Background: Children and adolescents demonstrate diverse patterns of symptom change and disorder remission following cognitive behavioural therapy (CBT) for anxiety disorders. To better understand children who respond sub-optimally to CBT, this study investigated youths (N = 1,483) who continued to meet criteria for one or more clinical anxiety diagnosis immediately following treatment or at any point during the 12 months following treatment.

Methods: Data were collected from 10 clinical sites with assessments at pre-and post-treatment and at least once more at 3, 6 or 12-month follow-up. Participants were assigned to one of three groups based on diagnostic status for youths who: (a) retained an anxiety diagnosis from post to end point (minimal responders); (b) remitted anxiety diagnoses at post but relapsed by end point (relapsed responders); and (c) retained a diagnosis at post but remitted to be diagnosis free at end point (delayed responders). Growth curve models assessed patterns of change over time for the three groups and examined predictors associated with these patterns including demographic, clinical and parental factors, as well as treatment factors.

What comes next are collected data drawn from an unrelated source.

@numba.njit(cache=True, parallel=True)
def _visible_fraction_parallel(direction_start, direction_stop, block_size, face_order,
                               face_normals, ray_origins, samples_per_face, directions,
                               node_bounds, node_start, node_count, tri_v0, tri_e1, tri_e2,
                               tri_face, stack_size, out):
    """Fill ``out[:, direction_start:direction_stop]`` with ``prange`` over (direction, block).

    Iteration ``item`` covers direction ``direction_start + item // n_blocks`` and the faces
    at positions ``block * block_size ..`` of ``face_order``; it writes only those slots.
    """
    n_faces = face_order.shape[0]
    n_blocks = (n_faces + block_size - 1) // block_size
    for item in numba.prange((direction_stop - direction_start) * n_blocks):
        direction_index = direction_start + item // n_blocks
        block = item % n_blocks
        _visible_fraction_block(direction_index, block * block_size,
                                min(n_faces, (block + 1) * block_size), face_order,
                                face_normals, ray_origins, samples_per_face, directions,
                                node_bounds, node_start, node_count, tri_v0, tri_e1, tri_e2,
                                tri_face, stack_size, out)


@numba.njit(cache=True)
def _half_area(xmin, ymin, zmin, xmax, ymax, zmax):
    """Half the surface area of a box (the SAH weight); 0 for an empty box."""
    dx = xmax - xmin
    dy = ymax - ymin
    dz = zmax - zmin
    if dx < 0.0 or dy < 0.0 or dz < 0.0:
        return 0.0
    return dx * dy + dy * dz + dz * dx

Results: Higher primary disorder severity, being older, having a greater number of anxiety disorders, having social anxiety disorder, as well as higher maternal psychopathology differentiated the minimal responders from the delayed and relapsed responders at the baseline. Results from the growth curve models showed that severity of the primary disorder and treatment modality differentiated patterns of linear change only. Higher severity was associated with significantly less improvement over time for the minimal and relapsed response groups, as was receiving group CBT, when compared to the delayed response group.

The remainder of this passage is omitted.